From a configuration perspective, these work in exactly the same way as the repsec:redact_skip_function and repsec:redact_skip_function_parameters attributes described above, but are applied to the <class> element instead of <field> . Indeed, the two stock functions described above, evergreen.direct_opt_in_check and evergreen.hint_opt_in_check , can be used as restriction functions.

When added, these functions generate a WHERE-clause condition that, when TRUE, allow a tested row to be included in the report output, all else being equal. This attribute pair is only applicable to the core class of a report.

For example:

<class id="au" ...

repsec:restriction_function="evergreen.direct_opt_in_check"

repsec:restriction_function_parameters="id:$runner:{VIEW_USER}">

will cause any report that uses the au class as the core source to add a WHERE-clause condition that restricts the inclusion of rows from actor.usr in the final report output by applying the evergreen.direct_opt_in_check function.

Joined class row restriction

Two additional new attributes are available to define JOIN-clause restrictions that should be applied to each row in order to include the tested table row in the final report output:

  • repsec:projection_function

  • repsec:projection_function_parameters

As with the core class restrictions, the above-described functions can be used for this purpose.

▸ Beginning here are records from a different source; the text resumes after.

#include "sim/record/sky_frames.hpp"

#include <cctype>
#include <cmath>
#include <cstdio>
#include <regex>
#include <stdexcept>

#include <erfa.h>

#include "sim/base/format.hpp"
#include "sim/base/units.hpp"

namespace wayward {

using detail::fmt;

namespace {
// printf into a string, for the few fields below with more than one number.
template <typename... T>
std::string printf_text(const char* format, T... values) {
    char buf[96];
    std::snprintf(buf, sizeof buf, format, values...);
    return buf;
}

std::string trimmed(const std::string& text) {
    const auto a = text.find_first_not_of(" \t");
    if (a == std::string::npos) return "";
    const auto b = text.find_last_not_of(" \t");
    return text.substr(a, b - a + 1);
}

// The whole text as one finite number, or nullopt.
std::optional<double> whole_number(const std::string& text) {
    if (text.empty()) return std::nullopt;
    char* end = nullptr;
    const double v = std::strtod(text.c_str(), &end);
    if (end == text.c_str() || *end != '\0' || !std::isfinite(v)) return std::nullopt;
    return v;
}

// TT (two parts) -> TDB, the geocentric TDB - TT of ERFA's eraDtdb (Fairhead & Bretagnon series).
JulianDate tdb_from_tt(double tt1, double tt2) {
    const double dtr = eraDtdb(tt1, tt2, 0.0, 0.0, 0.0, 0.0);
    JulianDate out;
    eraTttdb(tt1, tt2, dtr, &out.whole, &out.fraction);
    return out;
}

JulianDate tdb_from_two_part(double d1, double d2, TimeScale scale) {
    if (scale == TimeScale::tdb) return {d1, d2};
    double tt1 = d1, tt2 = d2;
    if (scale == TimeScale::utc) {
        int iy, im, id;
        double fd;
        if (eraJd2cal(d1, d2, &iy, &im, &id, &fd) != 0) throw std::invalid_argument("is not a date ERFA can convert");
        if (iy < 1960) throw std::invalid_argument("UTC is not defined before 1960 (no leap-second table): give such times in TT or TDB");
        double tai1, tai2;
        // Status 1 is a "dubious year": after the last leap second ERFA knows, whose offset it keeps using.
        if (eraUtctai(d1, d2, &tai1, &tai2) < 0) throw std::invalid_argument("is not a UTC date ERFA can convert");
        eraTaitt(tai1, tai2, &tt1, &tt2);
    }
    return tdb_from_tt(tt1, tt2);
}

const std::regex& iso_pattern() {
    static const std::regex r(R"(^(\d{4})-(\d{2})-(\d{2})(?:[T ](\d{2}):(\d{2})(?::(\d{2}(?:\.\d*)?))?)?$)");
    return r;
}
}  // namespace

std::optional<TimeScale> time_scale_from(const std::string& text) {
    std::string t;
    for (char c : text) t += static_cast<char>(std::toupper(static_cast<unsigned char>(c)));
    if (t == "UTC") return TimeScale::utc;
    if (t == "TT") return TimeScale::tt;
    if (t == "TDB") return TimeScale::tdb;
    return std::nullopt;
}

const char* to_string(TimeScale s) {
    switch (s) {
        case TimeScale::utc: return "UTC";
        case TimeScale::tt: return "TT";
        case TimeScale::tdb: return "TDB";
    }
    return "?";
}

JulianDate tdb_from_time_text(const std::string& raw, TimeScale scale) {
    const std::string text = trimmed(raw);
    if (text.empty()) throw std::invalid_argument("is empty");
    if (const auto jd = whole_number(text)) {
        // Julian dates of years 1 to 9999: anything else is not a date a record holds.
        if (!(*jd >= 1721425.5 && *jd < 5373484.5)) throw std::invalid_argument("\"" + text + "\" is not a Julian date of the years 1 to 9999");
        const double whole = std::floor(*jd - 0.5) + 0.5;
        return tdb_from_two_part(whole, *jd - whole, scale);
    }
    std::smatch m;
    if (!std::regex_match(text, m, iso_pattern()))
        throw std::invalid_argument("\"" + text + "\" is neither a Julian date nor an ISO date (YYYY-MM-DD or YYYY-MM-DDTHH:MM:SS.sss)");
    const int iy = std::stoi(m[1]), im = std::stoi(m[2]), id = std::stoi(m[3]);
    const int ih = m[4].matched ? std::stoi(m[4]) : 0, imin = m[5].matched ? std::stoi(m[5]) : 0;
    const double sec = m[6].matched ? std::stod(m[6]) : 0.0;
    if (scale == TimeScale::utc && iy < 1960)
        throw std::invalid_argument("UTC is not defined before 1960 (no leap-second table): give such times in TT or TDB");
    double d1, d2;
    // eraDtf2d checks the fields (and, in UTC, allows second 60 only on a leap-second day).
    const int status = eraDtf2d(scale == TimeScale::utc ? "UTC" : "TT", iy, im, id, ih, imin, sec, &d1, &d2);
    switch (status) {
        case -1: throw std::invalid_argument("\"" + text + "\": the year is out of range");
        case -2: throw std::invalid_argument("\"" + text + "\": the month must be 01 to 12");
        case -3: throw std::invalid_argument("\"" + text + "\": the day is not in that month");
        case -4: throw std::invalid_argument("\"" + text + "\": the hour must be 00 to 23");
        case -5: throw std::invalid_argument("\"" + text + "\": the minute must be 00 to 59");
        case -6: throw std::invalid_argument("\"" + text + "\": the second must be below 60 (61 on a UTC leap-second day)");
        default: break;
    }
    if (status == 2 || status == 3) throw std::invalid_argument("\"" + text + "\": second 60 on a day with no leap second");
    // eraDtf2d's two parts are the day and its fraction (a quasi-JD in UTC).
    return tdb_from_two_part(d1, d2, scale);
}

std::string iso_calendar_tdb(const JulianDate& tdb) {
    int iy, im, id, hmsf[4];
    if (eraD2dtf("TDB", 3, tdb.whole, tdb.fraction, &iy, &im, &id, hmsf) != 0) return fmt("JD %.6f", tdb.value());
    return printf_text("%04d-%02d-%02dT%02d:%02d:%02d.%03d", iy, im, id, hmsf[0], hmsf[1], hmsf[2], hmsf[3]);
}

double julian_epoch(const JulianDate& tdb) { return eraEpj(tdb.whole, tdb.fraction); }

JulianDate jd_from_julian_epoch(double year) {
    double djm0, djm;
    eraEpj2jd(year, &djm0, &djm);
    // Whole days at 0h (x.5), so the fraction is the time of day.
    const double jd = djm0 + djm;
    const double whole = std::floor(jd - 0.5) + 0.5;
    return {whole, (djm0 - whole) + djm};
}

namespace {
const std::regex& sexagesimal_pattern() {
    static const std::regex r(R"(^([+-]?)(\d{1,3})[: ](\d{1,2})[: ](\d{1,2}(?:\.\d*)?)$)");
    return r;
}
}  // namespace

double parse_right_ascension(const std::string& raw) {
    const std::string text = trimmed(raw);
    if (text.empty()) throw std::invalid_argument("is empty");
    if (const auto v = whole_number(text)) {
        if (!(*v >= 0.0 && *v < 360.0)) throw std::invalid_argument(fmt("%.10g", *v) + " deg is outside [0, 360)");
        return *v;
    }
    std::smatch m;
    if (!std::regex_match(text, m, sexagesimal_pattern()) || m[1].length() > 0)
        throw std::invalid_argument("\"" + text + "\" is neither degrees nor hours as HH:MM:SS.sss");
    double rad = 0.0;
    switch (eraTf2a('+', std::stoi(m[2]), std::stoi(m[3]), std::stod(m[4]), &rad)) {
        case 1: throw std::invalid_argument("\"" + text + "\": the hours must be 0 to 23");
        case 2: throw std::invalid_argument("\"" + text + "\": the minutes must be 0 to 59");
        case 3: throw std::invalid_argument("\"" + text + "\": the seconds must be below 60");
        default: break;
    }
    return rad / deg;
}

double parse_declination(const std::string& raw) {
    const std::string text = trimmed(raw);
    if (text.empty()) throw std::invalid_argument("is empty");
    double v = 0.0;
    if (const auto d = whole_number(text)) {
        v = *d;
    } else {
        std::smatch m;
        if (!std::regex_match(text, m, sexagesimal_pattern()))
            throw std::invalid_argument("\"" + text + "\" is neither degrees nor +DD:MM:SS.ss");
        double rad = 0.0;
        switch (eraAf2a(m[1] == "-" ? '-' : '+', std::stoi(m[2]), std::stoi(m[3]), std::stod(m[4]), &rad)) {
            case 2: throw std::invalid_argument("\"" + text + "\": the arcminutes must be 0 to 59");
            case 3: throw std::invalid_argument("\"" + text + "\": the arcseconds must be below 60");
            default: break;
        }
        v = rad / deg;
    }
    if (!(v >= -90.0 && v <= 90.0)) throw std::invalid_argument(fmt("%.10g", v) + " deg is outside [-90, 90]");
    return v;
}

std::string sexagesimal_ra(double ra_deg) {
    char sign;
    int f[4];
    eraA2tf(3, eraAnp(ra_deg * deg), &sign, f);
    return printf_text("%02d:%02d:%02d.%03d", f[0], f[1], f[2], f[3]);
}

std::string sexagesimal_dec(double dec_deg) {
    char sign;
    int f[4];
    eraA2af(2, dec_deg * deg, &sign, f);
    return printf_text("%c%02d:%02d:%02d.%02d", sign, f[0], f[1], f[2], f[3]);
}

const Eigen::Matrix3d& icrs_to_ecliptic_j2000() {
    static const Eigen::Matrix3d m = [] {
        double rm[3][3];
        eraEcm06(jd_j2000, 0.0, rm);
        Eigen::Matrix3d out;
        for (int i = 0; i < 3; ++i)
            for (int j = 0; j < 3; ++j) out(i, j) = rm[i][j];
        return out;
    }();
    return m;
}

namespace {
Vec3 east_at(double lon) { return {-std::sin(lon), std::cos(lon), 0.0}; }
Vec3 north_at(double lon, double lat) { return {-std::sin(lat) * std::cos(lon), -std::sin(lat) * std::sin(lon), std::cos(lat)}; }
}  // namespace

Eigen::Matrix2d local_offsets_rotation(double lon_deg, double lat_deg, const Eigen::Matrix3d& rotation) {
    const double lon = lon_deg * deg, lat = lat_deg * deg;
    const Vec3 east = rotation * east_at(lon), north = rotation * north_at(lon, lat);
    const SkyPosition to = to_sky(rotation * unit_vector(lon, lat));
    const Vec3 east2 = east_at(to.lon), north2 = north_at(to.lon, to.lat);
    Eigen::Matrix2d j;
    j << east2.dot(east), east2.dot(north), north2.dot(east), north2.dot(north);
    return j;
}

FramedSky rotate_sky(const FramedSky& sky, const Eigen::Matrix3d& rotation) {
    const SkyPosition to = to_sky(rotation * unit_vector(sky.lon_deg * deg, sky.lat_deg * deg));
    FramedSky out;
    out.lon_deg = to.lon / deg;
    out.lat_deg = to.lat / deg;
    if (sky.sigma_east_arcsec && sky.sigma_north_arcsec) {
        const Eigen::Matrix2d j = local_offsets_rotation(sky.lon_deg, sky.lat_deg, rotation);
        const Eigen::Matrix2d cov = j * Eigen::Vector2d(*sky.sigma_east_arcsec * *sky.sigma_east_arcsec,
                                                        *sky.sigma_north_arcsec * *sky.sigma_north_arcsec).asDiagonal() * j.transpose();
        out.sigma_east_arcsec = std::sqrt(cov(0, 0));
        out.sigma_north_arcsec = std::sqrt(cov(1, 1));
    }
    return out;
}

}  // namespace wayward
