pointing to_pointing(double lon, double lat) { return pointing(pi / 2 - lat, wrap_two_pi(lon)); }

bool power_of_two(int n) { return n > 0 && (n & (n - 1)) == 0; }

// Offset of (lon, lat) from (lon0, lat0) in the tangent plane (λ cos β0, β), radians.
Eigen::Vector2d tangent_offset(double lon, double lat, double lon0, double lat0) {
    return {wrap_pi(lon - lon0) * std::cos(lat0), lat - lat0};
}

struct Kernel {
    double lon0 = 0.0, lat0 = 0.0;             // the tangent point: the samples' weighted mean direction
    Eigen::Vector2d mean = Eigen::Vector2d::Zero();  // the samples' weighted mean offset there
    double shrink = 1.0;                       // a = sqrt(1 - h^2): kernel centres a x + (1 - a) mean
    Eigen::Matrix2d covariance = Eigen::Matrix2d::Zero();
};

// Scott's-rule kernel h^2 S with h^2 = n_eff^(-1/3), its axes held at least half a pixel wide. The kernel centres
// are shrunk towards the mean by a = sqrt(1 - h^2) (Liu & West 2001, in Doucet et al., Sequential Monte Carlo
// Methods in Practice, ch. 10), so the map keeps the samples' mean and covariance instead of widening them by
// 1 + h^2 (7 % in area at 300 samples).
Kernel make_kernel(const std::vector<SkySample>& s, double total, double n_eff, double pixel_rad) {
    Kernel k;
    Eigen::Vector3d mean = Eigen::Vector3d::Zero();
    for (const SkySample& x : s)
        mean += x.weight / total * Eigen::Vector3d(std::cos(x.lat) * std::cos(x.lon), std::cos(x.lat) * std::sin(x.lon), std::sin(x.lat));
    k.lon0 = std::atan2(mean.y(), mean.x());
    k.lat0 = std::atan2(mean.z(), std::hypot(mean.x(), mean.y()));
    Eigen::Matrix2d c = Eigen::Matrix2d::Zero();
    for (const SkySample& x : s) {
        const Eigen::Vector2d d = tangent_offset(x.lon, x.lat, k.lon0, k.lat0);
        k.mean += x.weight / total * d;
        c += x.weight / total * d * d.transpose();
    }
    c -= k.mean * k.mean.transpose();
    const double h2 = std::pow(n_eff, -1.0 / 3.0);
    k.shrink = std::sqrt(1.0 - h2);
    Eigen::SelfAdjointEigenSolver<Eigen::Matrix2d> es(h2 * c);
    const Eigen::Vector2d ev = es.eigenvalues().cwiseMax(0.25 * pixel_rad * pixel_rad);
    k.covariance = es.eigenvectors() * ev.asDiagonal() * es.eigenvectors().transpose();
    return k;
}

// Where a sample's kernel is centred (radians).
void kernel_centre(const Kernel& k, const SkySample& x, double& lon, double& lat) {
    const Eigen::Vector2d d = k.shrink * tangent_offset(x.lon, x.lat, k.lon0, k.lat0) + (1.0 - k.shrink) * k.mean;
    lat = std::clamp(k.lat0 + d.y(), -pi / 2, pi / 2);
    lon = wrap_two_pi(k.lon0 + d.x() / std::cos(k.lat0));
}

}  // namespace

std::vector<SkySample> equal_weight_samples(const std::vector<double>& lon, const std::vector<double>& lat) {
    std::vector<SkySample> s;
    for (std::size_t k = 0; k < std::min(lon.size(), lat.size()); ++k) s.push_back({lon[k], lat[k], 1.0});
    return s;
}

double sky_map_pixel_arcmin(int nside) {
    return std::sqrt(full_sky_deg2 / (12.0 * static_cast<double>(nside) * static_cast<double>(nside))) * 60.0;
}

int sky_map_nside(double semi_minor_arcsec) {
    int nside = min_sky_map_nside;
    while (nside < max_sky_map_nside && !(sky_map_pixel_arcmin(nside) * 60.0 <= semi_minor_arcsec / 4.0)) nside *= 2;
    return nside;
}

namespace {

// The total weight and the sum of squared weights, after checking every sample (InputError, field "samples").
std::pair<double, double> checked_weights(const std::vector<SkySample>& samples) {
    if (samples.empty()) throw InputError("", 0, "samples", "a probability map needs at least one sample");
    double total = 0.0, total_sq = 0.0;
    for (std::size_t k = 0; k < samples.size(); ++k) {
        const SkySample& x = samples[k];
        if (!std::isfinite(x.lon) || !std::isfinite(x.lat) || std::abs(x.lat) > pi / 2)
            throw InputError("", 0, "samples", "sample " + std::to_string(k) + " has no finite direction with |β| <= 90 deg");
        if (!std::isfinite(x.weight) || x.weight < 0.0)
            throw InputError("", 0, "samples", "sample " + std::to_string(k) + " has a negative or non-finite weight");
        total += x.weight;
        total_sq += x.weight * x.weight;
    }
    if (!(total > 0.0)) throw InputError("", 0, "samples", "the weights add up to zero");
    return {total, total_sq};
}

// Each group's kernel (make_kernel over its own samples), and which kernel every sample uses. Groups with no
// weight get none (their samples weigh nothing anywhere). With a single group this is make_kernel over all the
// samples, exactly.
std::vector<Kernel> group_kernels(const std::vector<SkySample>& samples, double pixel_rad, std::vector<std::size_t>& kernel_of) {
    std::vector<int> groups;
    for (const SkySample& x : samples)
        if (std::find(groups.begin(), groups.end(), x.group) == groups.end()) groups.push_back(x.group);
    std::vector<Kernel> kernels;
    kernel_of.assign(samples.size(), 0);
    for (int g : groups) {
        std::vector<SkySample> own;
        double total = 0.0, total_sq = 0.0;
        for (const SkySample& x : samples)
            if (x.group == g) {
                own.push_back(x);
                total += x.weight;
                total_sq += x.weight * x.weight;
            }
        if (!(total > 0.0)) continue;
        for (std::size_t k = 0; k < samples.size(); ++k)
            if (samples[k].group == g) kernel_of[k] = kernels.size();
        kernels.push_back(make_kernel(own, total, total * total / total_sq, pixel_rad));
    }
    return kernels;
}

}  // namespace

SampleDensity::SampleDensity(const std::vector<SkySample>& samples) : samples_(samples) {
    const auto [total, total_sq] = checked_weights(samples);
    total_ = total;
    n_eff_ = total * total / total_sq;
    for (const Kernel& k : group_kernels(samples, 0.0, kernel_of_)) {
        GroupKernel g;
        g.lon0 = k.lon0;
        g.lat0 = k.lat0;
        g.shrink = k.shrink;
        g.mean_x = k.mean.x();
        g.mean_y = k.mean.y();
        // The kernel's square root by its eigen-decomposition (a degenerate kernel, all samples on a line, draws
        // fine); its inverse with a floor of a milliarcsecond squared so that the density stays finite.
        Eigen::SelfAdjointEigenSolver<Eigen::Matrix2d> es(k.covariance);
        const Eigen::Vector2d ev = es.eigenvalues().cwiseMax(0.0);
        const Eigen::Matrix2d root = es.eigenvectors() * ev.cwiseSqrt().asDiagonal();
        const Eigen::Vector2d floored = ev.cwiseMax((1e-3 * arcsec) * (1e-3 * arcsec));
        const Eigen::Matrix2d inverse = es.eigenvectors() * floored.cwiseInverse().asDiagonal() * es.eigenvectors().transpose();
        for (int i = 0; i < 2; ++i)
            for (int j = 0; j < 2; ++j) g.root[i][j] = root(i, j), g.inverse[i][j] = inverse(i, j);
        g.norm = 1.0 / (2.0 * pi * std::sqrt(floored.x() * floored.y()));
        kernels_.push_back(g);
    }
    cumulative_.resize(samples.size());
    double acc = 0.0;
    for (std::size_t j = 0; j < samples.size(); ++j) cumulative_[j] = acc += samples[j].weight;
}

void SampleDensity::centre(const GroupKernel& k, const SkySample& x, double& cx, double& cy) const {
    const Eigen::Vector2d d = tangent_offset(x.lon, x.lat, k.lon0, k.lat0);
    cx = k.shrink * d.x() + (1.0 - k.shrink) * k.mean_x;
    cy = k.shrink * d.y() + (1.0 - k.shrink) * k.mean_y;
}

std::vector<SkySample> SampleDensity::draw(int count, Rng& rng) const {
    std::vector<SkySample> out;
    out.reserve(static_cast<std::size_t>(std::max(count, 0)));
    for (int n = 0; n < count; ++n) {
        const double u = uniform01(rng) * cumulative_.back();
        const auto it = std::upper_bound(cumulative_.begin(), cumulative_.end(), u);
        const std::size_t j = std::min<std::size_t>(static_cast<std::size_t>(it - cumulative_.begin()), samples_.size() - 1);
        const SkySample& x = samples_[j];
        const GroupKernel& k = kernels_[kernel_of_[j]];
        const double z1 = normal(rng), z2 = normal(rng);
        double cx = 0.0, cy = 0.0;
        centre(k, x, cx, cy);
        cx += k.root[0][0] * z1 + k.root[0][1] * z2;
        cy += k.root[1][0] * z1 + k.root[1][1] * z2;
        out.push_back({wrap_two_pi(k.lon0 + cx / std::cos(k.lat0)), std::clamp(k.lat0 + cy, -pi / 2, pi / 2), 1.0, x.group});
    }
    return out;
}

double SampleDensity::at(double lon, double lat) const {
    // Each group's kernels in its own tangent plane (an island far from the others is measured where it lies).
    std::vector<Eigen::Vector2d> p;
    std::vector<double> sum(kernels_.size(), 0.0);
    for (const GroupKernel& k : kernels_) p.push_back(tangent_offset(lon, lat, k.lon0, k.lat0));
    for (std::size_t j = 0; j < samples_.size(); ++j) {
        const SkySample& x = samples_[j];
        if (x.weight == 0.0) continue;
        const std::size_t g = kernel_of_[j];
        const GroupKernel& k = kernels_[g];
        double cx = 0.0, cy = 0.0;
        centre(k, x, cx, cy);
        const double dx = p[g].x() - cx, dy = p[g].y() - cy;
        const double q = k.inverse[0][0] * dx * dx + 2.0 * k.inverse[0][1] * dx * dy + k.inverse[1][1] * dy * dy;
        sum[g] += x.weight * std::exp(-0.5 * q);
    }
    double density = 0.0;
    for (std::size_t g = 0; g < kernels_.size(); ++g) density += kernels_[g].norm * sum[g];
    return density / total_;
}

double SampleDensity::rank_of(double lon, double lat, int count, Rng& rng) const {
    const double here = at(lon, lat);
    const std::vector<SkySample> d = draw(count, rng);
    if (d.empty()) return NAN;
    std::size_t above = 0;
    for (const SkySample& x : d) above += at(x.lon, x.lat) > here;
    return static_cast<double>(above) / static_cast<double>(d.size());
}

double SampleDensity::mass_within(double lon, double lat, double radius, int count, Rng& rng) const {
    const std::vector<SkySample> d = draw(count, rng);
    if (d.empty()) return NAN;
    std::size_t inside = 0;
    for (const SkySample& x : d) inside += separation(lon, lat, x.lon, x.lat) <= radius;
    return static_cast<double>(inside) / static_cast<double>(d.size());
}

std::vector<SkySample> draw_from_sample_density(const std::vector<SkySample>& samples, int count, Rng& rng) {
    return SampleDensity(samples).draw(count, rng);
}

SkyMap make_sky_map(const std::vector<SkySample>& samples, int nside) {
    if (!power_of_two(nside) || nside > max_sky_map_nside)
        throw InputError("", 0, "nside", "must be a power of two in [1, " + std::to_string(max_sky_map_nside) + "], not " + std::to_string(nside));
    const auto [total, total_sq] = checked_weights(samples);

    const Healpix_Base2 base = nested_base(nside);
    SkyMap map;
    map.nside = nside;
    map.probability.assign(static_cast<std::size_t>(base.Npix()), 0.0);
    map.pixel_area_deg2 = full_sky_deg2 / static_cast<double>(base.Npix());
    map.effective_samples = total * total / total_sq;
    const double pixel_rad = sky_map_pixel_arcmin(nside) / 60.0 * deg;
    std::vector<std::size_t> kernel_of;
    const std::vector<Kernel> kernels = group_kernels(samples, pixel_rad, kernel_of);
    std::vector<Eigen::Matrix2d> h_inv;
    std::vector<double> reaches;
    for (const Kernel& kernel : kernels) {
        h_inv.push_back(kernel.covariance.inverse());
        Eigen::SelfAdjointEigenSolver<Eigen::Matrix2d> es(kernel.covariance);
        if (h_inv.size() == 1) {  // the first group's: the best minimum's where a solve mixes several
            map.kernel_major_arcsec = std::sqrt(es.eigenvalues()[1]) / arcsec;
            map.kernel_minor_arcsec = std::sqrt(es.eigenvalues()[0]) / arcsec;
        }
        // Four kernel sigmas hold all but 3e-4 of a two-dimensional Gaussian; the rest is renormalised away below.
        reaches.push_back(std::min(pi, 4.0 * std::sqrt(es.eigenvalues()[1])));
    }

    rangeset<int64> near;
    std::vector<std::pair<int64, double>> touched;
    for (std::size_t j = 0; j < samples.size(); ++j) {
        const SkySample& x = samples[j];
        if (x.weight == 0.0) continue;
        const Kernel& kernel = kernels[kernel_of[j]];
        const double reach = reaches[kernel_of[j]];
        const Eigen::Matrix2d& h = h_inv[kernel_of[j]];
        double lon = 0.0, lat = 0.0;
        kernel_centre(kernel, x, lon, lat);
        base.query_disc_inclusive(to_pointing(lon, lat), reach, near);
        touched.clear();
        double sum = 0.0;
        for (tsize r = 0; r < near.nranges(); ++r)
            for (int64 pix = near.ivbegin(r); pix < near.ivend(r); ++pix) {
                const pointing c = base.pix2ang(pix);
                const Eigen::Vector2d d = tangent_offset(c.phi, pi / 2 - c.theta, lon, lat);
                const double k = std::exp(-0.5 * d.dot(h * d));
                if (k <= 0.0) continue;
                touched.emplace_back(pix, k);
                sum += k;
            }
        const double w = x.weight / total;
        if (sum > 0.0) {
            for (const auto& [pix, k] : touched) map.probability[static_cast<std::size_t>(pix)] += w * k / sum;
        } else {  // no pixel centre within reach (cannot happen with the half-pixel floor): its own pixel takes it
            map.probability[static_cast<std::size_t>(base.ang2pix(to_pointing(lon, lat)))] += w;
        }
    }
    double s = 0.0;
    for (double p : map.probability) s += p;
    for (double& p : map.probability) p /= s;
    return map;
}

There are two locations for these attributes, and where they are attached defines whether they will be applied to the relevant underlying table when it is on the left side of a join, or the right side.

Put another way, an administrator can decide if restrictions are added when a table is joined from, joined to, or both.

To restrict access to rows of a table being joined to — that is, when a "child relation" is joined into a report — the attributes are applied to the <class> element. For example:

<class id="actscecm" ...

repsec:projection_function="evergreen.direct_opt_in_check"

repsec:projection_function_parameters="target_usr:$runner:{VIEW_USER}">

will cause any report that links from the au class to the actscecm class to restrict the visibility of rows from actscecm by applying the evergreen.direct_opt_in_check function.

If the projection function attributes are instead applied to the <link> element, the restriction will be applied only if the link is followed in the report. This allows a report creator to build a template that does not limit output when it does not link through to tables that should be restricted, while enforcing the desired visibility limits when a joined table should be restricted due to relationship with the linking table, even if that joined table is not itself restricted at the <class> level. This may be the case when a table contains classifying data that is useful and safe when queried by itself in aggregate, but provides a channel for leaking personal information when joined to, within a report, from another user-centered table.

For a somewhat contrived example, consider this configuration that allows core and linked use of ancihu (Non-cataloged In House Use) while redacting the staff field based on the VIEW_USER permission, but restricts rows based on the opt-in visibility of the staff that recorded the in-house use based on the VIEW_CIRC permission of the report-running staff member if that field is linked in the template:

<class id="ancihu" ...>

...

<field

name="staff"

repsec:redact="true"

repsec:redact_skip_function="evergreen.direct_opt_in_check"
    repsec:redact_skip_function_parameters="staff:$runner:{VIEW_USER}"/>

...

<link ...

field="staff"

repsec:projection_function="evergreen.direct_opt_in_check"

repsec:projection_function_parameters="staff:$runner:{VIEW_CIRC}"/>
Any <class> -level restrictions on the linked table, in this case the actor.usr table, will also be enforced.

As with Field Value Redaction described above, the existing stock permission functions can be used in all cases for both Core class and Join class row restriction if there is a relevant Org Unit column available.